3. Can help to migrate a big amount of data
However, there are also some potential penalties associated with using a backoff retry policy, including:
1. Increased migration process latency:
`vmctl` need to make additional call to the `api/v1/label/__name__/values` with defined `--vm-native-filter-match` flag,
and after process all metric names with additional filters.
In case when retries with backoff policy is unneeded `--vm-native-disable-retries` command line flag can be used.

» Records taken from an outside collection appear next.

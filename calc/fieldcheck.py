"""Field readings: what an engineer measured on site, judged.

Two checks on readings taken with a reference electrode:

- **Measured joint** (:func:`measured_joint`): the corrosion potentials of two parts read
  against one electrode. The more negative part is the anode; the difference of the two
  readings is compared with the allowable difference of the named environment, with the same
  tier words as :mod:`calc.joint` (matched, compatible, guarded, unsuited; limit inclusive).
  Both readings are also put on one scale (SCE, the scale of the published galvanic series,
  and SHE) by :mod:`calc.refelec`. When both materials are named, the published-series
  judgement of :func:`calc.joint.judge_joint` is shown beside the measured one; where they
  disagree the site measurement wins.
- **CP reading** (:func:`check_cp_reading`): one structure-to-electrolyte potential of a
  cathodically protected structure against the potential criteria of ``data/cp_criteria.yaml``
  (protected, not protected, over-protected; limits inclusive). The reading is converted to
  each criterion's own electrode at the electrode's temperature.

IR drop (common practice; ISO 15589-1:2015, NACE SP0169-2013): a reading taken with the
protective current flowing ("on") includes the voltage drop of that current between the
structure and the electrode, which makes the reading more negative than the structure's
polarised potential. A criterion defined for the IR-free potential needs an "instant-off"
reading (the current interrupted, read before the structure depolarises). From an on reading
a criterion that is *not* met is conclusive (the polarised potential is even less negative),
one that *is* met is not; for the negative limit it is the other way round.

Ag/AgCl/seawater electrode in brackish water (an estimate): the electrode responds to chloride
(Nernst), E = E(seawater) + (ln10·RT/F)·log10(a_Cl,sw / a_Cl). Chloride from salinity through
chlorinity (S = 1.80655·Cl, the Knudsen relation as kept in PSS-78), ionic strength
I = 19.924·S/(1000 − 1.005·S) (Dickson & Goyet 1994), single-ion activity coefficients by
Davies; reference seawater S = 35. EN 12473:2014 Annex C gives a correction graph, which was
not consulted.

Implausible readings (a decision of this project, common practice): a reading more than 10 V
from zero is refused (not a potential measurement). A potential more positive than +1.3 V vs SHE
(above +1 V vs CSE: beyond oxygen evolution) is refused for every reading, and one more negative
than −2.2 V vs SHE (below −2.5 V vs CSE, more negative than magnesium anodes) is refused for
instant-off readings and corrosion potentials; an "on" reading may go that far because of its IR
drop, with a warning. The message names the reading and points at the usual causes (sign,
leads, electrode).
"""

import math
import re
from dataclasses import dataclass

from . import constants, water
from .activity import log10_gamma
from .dataset import current
from .derivation import Derivation, check_number, check_temperature, fmt
from .errors import DataError, InputError
from .refelec import VALUE_MAX_V, reference_potential

#: structures that CP criteria can be given for: id -> (name, aliases)
STRUCTURES = {
    "carbon-steel": ("Carbon steel (C-Mn and low-alloy, yield strength up to 550 MPa)",
                     ("steel", "carbon steel", "mild steel", "C-Mn steel", "low-alloy steel")),
    "high-strength-steel": ("High-strength steel (specified minimum yield strength above 550 MPa)",
                            ("high strength steel", "HSS")),
    "stainless-pren-40": ("Austenitic stainless steel, PREN 40 or more", ("stainless PREN >= 40",)),
    "stainless-pren-below-40": ("Austenitic stainless steel, PREN below 40", ("stainless PREN < 40",)),
    "copper-alloys": ("Copper and copper alloys without aluminium", ("copper", "copper alloy")),
    "aluminium": ("Aluminium and aluminium alloys", ("aluminum", "aluminium alloy", "aluminum alloy")),
    "galvanized-steel": ("Galvanized (zinc-coated) steel", ("galvanised steel", "zinc-coated steel")),
}
#: settings (where the structure is): id -> (name, electrolyte)
SETTINGS = {
    "soil-aerobic": ("Buried, aerobic soil, resistivity below 100 Ω·m", "soil"),
    "soil-anaerobic": ("Buried, anaerobic soil with sulfate-reducing bacteria", "soil"),
    "soil-aerated-100-1000": ("Buried, aerated sandy soil, 100 to 1000 Ω·m", "soil"),
    "soil-aerated-above-1000": ("Buried, aerated soil, 1000 Ω·m or more", "soil"),
    "seawater-aerobic": ("Immersed in aerobic seawater", "seawater"),
    "seawater-anaerobic": ("In seawater sediment, anaerobic (sulfate-reducing bacteria)", "seawater"),
}
READING_KINDS = ("on", "instant-off")
VERDICTS = ("protected", "not protected", "over-protected")

#: plausible potentials of a metal in water or soil [V vs SHE]: below magnesium anodes, above
#: oxygen evolution (−2.5 and +1.0 V vs CSE; common practice)
PLAUSIBLE_SHE_V = (-2.2, 1.3)
#: limit comparisons: a reading within this of a limit counts as on the limit [V]
EPS_V = 1e-9
#: salinity of the seawater the Ag/AgCl/seawater electrode value refers to [g/kg]
SALINITY_REF = 35.0
#: Knudsen relation S = 1.80655·Cl (chlorinity in g/kg), kept in PSS-78 [unitless]
SALINITY_PER_CHLORINITY = 1.80655
#: molar mass of chlorine [g/mol] (IUPAC standard atomic weight, abridged)
M_CL = 35.453
#: salinity and chloride accepted [g/kg], [mg/L]
SALINITY_MAX = 45.0
CHLORIDE_MAX_MG_PER_L = 25000.0
#: below this salinity the Ag/AgCl/seawater electrode is unreliable and PSS-78 does not apply [g/kg]
SALINITY_LOW = 2.0
#: longest part name accepted [characters]
NAME_MAX = 100
_AGAGCL_SW = "Ag/AgCl seawater"

CP_CAUTIONS = (
    "Safety-relevant: cathodic protection keeps pipelines, tanks and structures whose failure can hurt people "
    "and the environment. This check helps read one number; it does not accept or certify a CP system.",
    "The criteria apply as the named standard defines them: its electrode, whether it needs an IR-free "
    "(instant-off) value, the structure's material and temperature, the soil or water. Where documents differ "
    "the value used and the span are shown.",
    "Follow the operator's procedures and the local regulation, and have CP surveys interpreted by a qualified "
    "cathodic-protection specialist.",
    "One reading is one point: coating defects, interference and telluric currents, and poorly placed electrodes "
    "are found only by a survey along the structure.",
)
MEASURED_CAUTIONS = (
    "Measure each part's own potential with the parts electrically separated (or before they are joined): two "
    "connected parts polarise each other and read almost the same potential, so a small difference measured on a "
    "joined pair does not prove them compatible.",
    "Potentials drift with time, flow, aeration, temperature and where the electrode sits; read both parts at the "
    "same time, with the electrode close to the surface.",
    "Screening only. For structural, pressure-retaining, potable-water or other safety-relevant joints, apply the "
    "governing codes and standards and have the joint assessed by a qualified corrosion professional.",
)


def _norm(text):
    return re.sub(r"[\s_\-]+", "", str(text)).casefold()


def _v(x):
    """Voltage text for sentences: sign, 3 decimals."""
    return f"{x:+.3f}".replace("+0.000", "0.000").replace("-0.000", "0.000")


def _check_keys(req, allowed, entry):
    if not isinstance(req, dict):
        raise InputError("request", type(req).__name__, "a JSON object")
    for k in req:
        if k not in allowed:
            raise InputError(k, req[k], "no such field", f"{entry} takes: " + ", ".join(allowed))


def _text(value, field, what):
    if not isinstance(value, str) or not value.strip() or len(value) > NAME_MAX:
        raise InputError(field, value, f"{what} ({NAME_MAX} characters at most)")
    return value.strip()


def lookup(table, name, field, what):
    """An id of STRUCTURES or SETTINGS by id, alias or name (case, spaces and hyphens ignored).

    Args:
        table: :data:`STRUCTURES` or :data:`SETTINGS` [unitless]
        name: what the user gave [unitless]
        field: the request field, for the error [unitless]
        what: plain words for the kind of thing, for the error [unitless]

    Returns:
        the id

    References:
        Lookup rule of the project (DESIGN.md: lookups are forgiving).

    >>> lookup(STRUCTURES, "Mild Steel", "structure", "a structure")
    'carbon-steel'
    """
    if isinstance(name, str) and name.strip():
        key = _norm(name)
        for tid, entry in table.items():
            aliases = entry[1] if table is STRUCTURES else ()
            if key in {_norm(tid), _norm(entry[0]), *(_norm(a) for a in aliases)}:
                return tid
    raise InputError(field, name, f"{what}: one of " + ", ".join(table))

When this flag is set to `true`, `vmctl` skips additional call to the `api/v1/label/__name__/values` API and starts
migration process by making calls to the `/api/v1/export` and `api/v1/import`. If some errors happen `vmctl` immediately
stops the migration process.
```
./vmctl vm-native --vm-native-src-addr=http://127.0.0.1:8481/select/0/prometheus \
--vm-native-dst-addr=http://127.0.0.1:8428 \
--vm-native-filter-match='{__name__!=""}' \
--vm-native-filter-time-start='2023-04-08T11:30:30Z' \
--vm-native-disable-retries=true
VictoriaMetrics Native import mode
2023/04/11 10:17:14 Initing import process from "http://127.0.0.1:8481/select/0/prometheus/api/v1/export/native" to "http://localhost:8428/api/v1/import/native" with filter
filter: match[]={__name__!=""}
start: 2023-04-08T11:30:30Z
. Continue? [Y/n]
2023/04/11 10:17:15 Requests to make: 1
2023/04/11 10:17:15 number of workers decreased to 1, because vmctl calculated requests to make 1
Total: 0 ↙ Speed: ? p/s Continue import process with filter
filter: match[]={__name__!=""}
start: 2023-04-08T11:30:30Z
end: 2023-04-11T07:17:14Z:
Total: 1.64 GiB ↖ Speed: 11.20 MiB p/s
2023/04/11 10:19:45 Import finished!
2023/04/11 10:19:45 VictoriaMetrics importer stats:
time spent while importing: 2m30.813841541s;
total bytes: 1.8 GB;
bytes/s: 11.7 MB;
requests: 1;
requests retries: 0;
2023/04/11 10:19:45 Total time: 2m30.814721125s
```
Importing tips:
1. Migrating big volumes of data may result in reaching the safety limits on `src` side.